Car malgré son immense succès, quelque peu en
décrue dernièrement, cela dit, cette bande
dessinée peut rebuter par ses dessins pas toujours
très soignés, son découpage souvent
basique - en dehors des planches de batailles immenses - et surtout, un
scénario tout de même pas forcément
très développé, sous ses dehors
mystiques, à coups de souvenirs de parties de jeux de
rôle.
Les derniers albums en date ne dérogent pas à la
règle, donnant tout ce que le fan attend, et ne risquant pas
de séduire les amateurs plus circonspects. On pouvait se
demander de quelle façon Wis se remettrait sur pieds
(hum...) mais l'histoire de la Lune Noire est pleine de rebondissements
de toutes sortes, et Ave Tenebrae nous le prouve
une fois de plus...
Par chance, avec La Porte des Enfers, les choses
avancent enfin du côté de l'intrigue,
même si cela reste en dessous de nos espérances.
On entretiendra donc toujours un espoir pour la suite, quand bien
même il nous en faudrait beaucoup pour afficher une
réelle satisfaction. Et ce n'est pas le contraste continu
entre couverture et planches, qui permettra de combler le
fossé...
Changement d'impression cela dit avec l'avant-dernier tome, qui
accueille un changement de coloriste ! Incroyable mais vrai,
voilà une chose qui se remarque, et en bien. Ajoutons
à cela une pincée de
révélations et bien sûr
d'énormes règlements de compte... Astiquez vos
glaives et préparez vos sorts !
Et, finalement, la blague cosmique se termine en cette fin
d’année 2008… Tandis que les fils conducteurs de
l’intrigue et des questions que l’on se posait depuis
toujours sur Wiss ne trouvent finalement pas de réponse
concrète au fil des pages, on se demande à quel jeu
jouait Froideval depuis toutes ces années.
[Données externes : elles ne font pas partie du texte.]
import fc from 'fast-check'
import { describe, expect, test } from 'vitest'
import {
  applyWithInverse,
  canRedo,
  canUndo,
  createHistory,
  invertOperation,
  MOVE_COALESCE_MS,
  record,
  redo,
  undo,
  type History,
} from '@shared/document/history'
import type { Diagram } from '@shared/document/model'
import { applyOperation, type Operation } from '@shared/document/operations'
import { anyOpArb, diagramArb, realizeAny } from './arbitraries'
import { sampleDiagram } from './sample'

/** Applies and records, the way the store does. */
function edit(state: { doc: Diagram; history: History }, op: Operation, at = 0) {
  const { doc, inverse } = applyWithInverse(state.doc, op)
  return { doc, history: record(state.history, op, inverse, at) }
}

const move = (
  id: string,
  x: number,
  extra: Partial<{ levelId: string; elevationM: number }> = {},
): Operation => ({
  type: 'node.move',
  id,
  position: { x, y: x },
  ...extra,
})

describe('invertOperation', () => {
  test('inverse of node.remove restores the node and its pipes in their old places', () => {
    const doc = sampleDiagram()
    const inverse = invertOperation(doc, { type: 'node.remove', id: 'J2' })
    expect(inverse).toEqual({
      type: 'batch',
      ops: [
        { type: 'node.add', node: doc.nodes[4], index: 4 },
        { type: 'pipe.add', pipe: doc.pipes[3], index: 3 },
        { type: 'pipe.add', pipe: doc.pipes[4], index: 4 },
      ],
    })
  })

  test('inverse of a patch clears with null what the item did not have', () => {
    const doc = sampleDiagram()
    const inverse = invertOperation(doc, {
      type: 'pipe.update',
      id: 'P4',
      patch: { nominal: '1', lengthM: 9 },
    })
    expect(inverse).toEqual({ type: 'pipe.update', id: 'P4', patch: { nominal: null, lengthM: 4 } })
  })

  test('inverse of a batch undoes its steps in reverse order', () => {
    const doc = sampleDiagram()
    const op: Operation = {
      type: 'batch',
      ops: [
        { type: 'node.add', node: { id: 'J3', kind: 'junction', label: '', elevationM: 0 } },
        { type: 'pipe.add', pipe: { id: 'P7', from: 'J2', to: 'J3', system: 'cold', lengthM: 2 } },
      ],
    }
    expect(invertOperation(doc, op)).toEqual({
      type: 'batch',
      ops: [
        { type: 'pipe.remove', id: 'P7' },
        { type: 'node.remove', id: 'J3' },
      ],
    })
  })

  test('an op that cannot apply cannot be inverted either', () => {
    expect(() => invertOperation(sampleDiagram(), { type: 'pipe.remove', id: 'P9' })).toThrow(
      /no pipe with id P9/,
    )
  })
})

describe('undo/redo stack', () => {
  test('undo and redo walk back and forth', () => {
    let state = { doc: sampleDiagram(), history: createHistory() }
    const start = state.doc
    state = edit(state, { type: 'diagram.rename', name: 'B' })
    state = edit(state, { type: 'node.remove', id: 'F1' })
    const end = state.doc

    const first = undo(state.history, state.doc)!
    expect(first.ok).toBe(true)
    if (!first.ok) return
    const second = undo(first.history, first.doc)!
    if (!second.ok) throw second.error
    expect(second.doc).toEqual(start)
    expect(canUndo(second.history)).toBe(false)
    expect(undo(second.history, second.doc)).toBeNull()

    const again = redo(second.history, second.doc)!
    if (!again.ok) throw again.error
    const twice = redo(again.history, again.doc)!
    if (!twice.ok) throw twice.error
    expect(twice.doc).toEqual(end)
    expect(canRedo(twice.history)).toBe(false)
    expect(twice.op).toEqual({ type: 'node.remove', id: 'F1' })
  })

  test('a new edit clears redo', () => {
    let state = { doc: sampleDiagram(), history: createHistory() }
    state = edit(state, { type: 'diagram.rename', name: 'B' })
    const undone = undo(state.history, state.doc)!
    if (!undone.ok) throw undone.error
    expect(canRedo(undone.history)).toBe(true)
    const next = edit(
      { doc: undone.doc, history: undone.history },
      { type: 'diagram.rename', name: 'C' },
    )
    expect(canRedo(next.history)).toBe(false)
  })

  test('the stack is capped; the oldest steps fall off', () => {
    let state = { doc: sampleDiagram(), history: createHistory(3) }
    for (const name of ['a', 'b', 'c', 'd', 'e'])
      state = edit(state, { type: 'diagram.rename', name })
    expect(state.history.past).toHaveLength(3)
    expect(state.history.past[0]!.inverse).toEqual({ type: 'diagram.rename', name: 'b' })
  })

  test('quick moves of one node merge into one step; slow ones or other nodes do not', () => {
    let state = { doc: sampleDiagram(), history: createHistory() }
    const start = state.doc
    state = edit(state, move('J1', 10), 0)
    state = edit(state, move('J1', 20), 300)
    state = edit(state, move('J1', 30), 600)
    expect(state.history.past).toHaveLength(1)
    state = edit(state, move('J2', 5), 700)
    state = edit(state, move('J2', 6), 700 + MOVE_COALESCE_MS)
    expect(state.history.past).toHaveLength(3)

    let result = { doc: state.doc, history: state.history }
    for (let i = 0; i < 3; i++) {
      const step = undo(result.history, result.doc)!
      if (!step.ok) throw step.error
      result = step
    }
    expect(result.doc).toEqual(start)
  })

  test('a move that changes the level does not merge into a plain move', () => {
    let state = { doc: sampleDiagram(), history: createHistory() }
    state = edit(state, move('J2', 10), 0)
    state = edit(state, move('J2', 20, { levelId: 'L3' }), 10)
    expect(state.history.past).toHaveLength(2)
  })

  test('a step that no longer applies is dropped and reported', () => {
    let state = { doc: sampleDiagram(), history: createHistory() }
    state = edit(state, { type: 'node.update', id: 'F1', patch: { count: 3 } })
    // A collaborator removed F1 meanwhile.
    const remote = applyOperation(state.doc, { type: 'node.remove', id: 'F1' })
    const step = undo(state.history, remote)!
    expect(step.ok).toBe(false)
    if (step.ok) return
    expect(step.error.message).toMatch(/no node with id F1/)
    expect(canUndo(step.history)).toBe(false)
  })

  test('property: undoing every step restores the start, redoing every step restores the end', () => {
    fc.assert(
      fc.property(
        diagramArb,
        fc.array(anyOpArb, { minLength: 1, maxLength: 5 }),
        (start, seedList) => {
          let state = { doc: start, history: createHistory() }
          seedList.forEach((seeds, i) => {
            state = edit(state, realizeAny(state.doc, seeds), i * 10_000)
          })
          const end = state.doc
          let cursor = { doc: state.doc, history: state.history }
          while (canUndo(cursor.history)) {
            const step = undo(cursor.history, cursor.doc)!
            if (!step.ok) throw step.error
            cursor = step
          }
          expect(cursor.doc).toEqual(start)
          while (canRedo(cursor.history)) {
            const step = redo(cursor.history, cursor.doc)!
            if (!step.ok) throw step.error
            cursor = step
          }
          expect(cursor.doc).toEqual(end)
        },
      ),
      { numRuns: 150 },
    )
  })
})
Malgré quelques sursauts de temps à autre, il
apparaît évident que cet album ne constitue pas une
véritable fin. Sans rêver d’apothéose ou de
redressement magistral, les fans de la première heure
étaient tout de même en droit de rêver d’un
« minimum syndical », aussi convenu soit-il. Pour le coup,
un album de plus n’aurait certainement pas été de
trop !
A se demander qui de Dargaud ou des auteurs s’est
décidé à conclure une telle saga d’une aussi
piteuse façon…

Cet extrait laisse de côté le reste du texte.